11. At this juncture, it may be pertinent to observe that the Revenue has inter alia questioned the basis giving rise to the cause of action for creation of ‘right to sue’. We do not see any purport in such aspect. A development agreement was executed which enabled the assessee to utilize the land for construction and for sharing of profits. This right/advantage accrued to the assessee was sought to be taken away from the assessee by way of sale of land. The prospective purchaser as well as the defaulting party (owner) perceived threat of filing suit by developer and consequently paid damages/compensation to shun the possible legal battle. The intrinsic point with respect to accrual of ‘right to sue’ has to be seen in the light of overriding circumstances as to how the parties have perceived the presence of looming legal battle from their point of view. It is an admitted position that the defaulting party has made the assessee a confirming party in the sale by virtue of such development agreement and a compensation was paid to avoid litigation. This amply shows the existence of ‘right to sue’ in the perception of the defaulting party. Thus, the existence of ‘right to sue’ could not be brushed aside.

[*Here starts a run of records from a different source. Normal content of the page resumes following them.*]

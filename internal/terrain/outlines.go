package terrain

import (
	"cmp"
	"math"
	"slices"

	"ridgehop/internal/terrain/footprints"
)

// vertexStepM is how far the points are apart through which outlines see the
// path as straight in longitude and latitude: it bends less than a centimetre
// between two of them, save near the poles.
const vertexStepM = 300.0

// outlines lays the strip of the buildings that are known by their outlines: a
// wall is a jump.
func (s *sampler) outlines() {
	out := &s.strips[outlinesLayer]
	out.reset()
	walls := s.walls()
	if len(walls) == 0 {
		return
	}
	length := s.line.LengthM()
	var open []wall
	at := 0.0
	for at < length {
		open = slices.DeleteFunc(open, func(w wall) bool { return w.ToM <= at })
		for len(walls) > 0 && walls[0].FromM <= at {
			open, walls = append(open, walls[0]), walls[1:]
		}
		next, tallest, source := length, 0.0, int16(-1)
		if len(walls) > 0 {
			next = min(next, walls[0].FromM)
		}
		for _, w := range open {
			next = min(next, w.ToM)
			if w.HeightM > tallest {
				tallest, source = w.HeightM, w.source
			}
		}
		out.known(at, tallest, next, tallest, 0, source)
		at = next
	}
	out.close(length)
}

// wall is a stretch of the path inside a building.
type wall struct {
	footprints.Span
	source int16
}

// walls are the stretches inside buildings, by where they begin.
func (s *sampler) walls() []wall {
	if len(s.prints) == 0 {
		return nil
	}
	length := s.line.LengthM()
	steps := max(1, math.Ceil(length/vertexStepM))
	s.vertices = s.vertices[:0]
	for k := range int(steps) + 1 {
		d := length * float64(k) / steps
		p := s.line.At(d)
		s.vertices = append(s.vertices, footprints.Vertex{DistanceM: d, Lon: math.Remainder(p.Lon(), 360), Lat: p.Lat()})
	}
	var out []wall
	for _, print := range s.prints {
		s.inside = print.outlines.Along(s.vertices, s.inside[:0])
		for _, span := range s.inside {
			out = append(out, wall{span, s.sources.entry(print.entry)})
		}
	}
	slices.SortFunc(out, func(a, b wall) int { return cmp.Compare(a.FromM, b.FromM) })
	return out
}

12. We shall now advert to the claim of the Revenue that amount received towards relinquishment of such right is purely a revenue receipt. In this regard, we notice that the compensation was not received as a result of termination of advantages associated with development rights but was claimed to be received to relinquish the rights of the assessee to sue against the vendor of the land. The assessee has received the compensation amount on sale of property occasioned due to breach of development agreement. The development agreement was thus frustrated by sale of land by the owner. The observation of the CIT(A) that assessee had obtained the possession of the property from seller is beleaguered one. As pointed out on behalf of the assessee, the possession are typically given to a developer for the purposes of development. Such act is in the nature of license to develop the property while the possession of the property continues to remain vested with the vendor. On a plain reading, we observe that consideration received for relinquishment of ‘right to sue’ does not fall under the provisions of Section 28 (va) of the Act. We further find from the facts of the case that assessee has not received this amount under an agreement for not carrying out activity in relation to any business or not to share in knowhow, patent, copyright, trademark, license etc. as specified under s.28(va) of the Act enacted for its taxability under the head of business income. Consequently, we are of the considered view that compensation received in lieu of ‘right to sue’ could not be regarded as revenue receipt. Therefore, we find merit in the appeal of the assessee.

13. Consequently, Ground No.2 of the assessee’s appeal is allowed.

14. In the result, appeal of the assessee is allowed.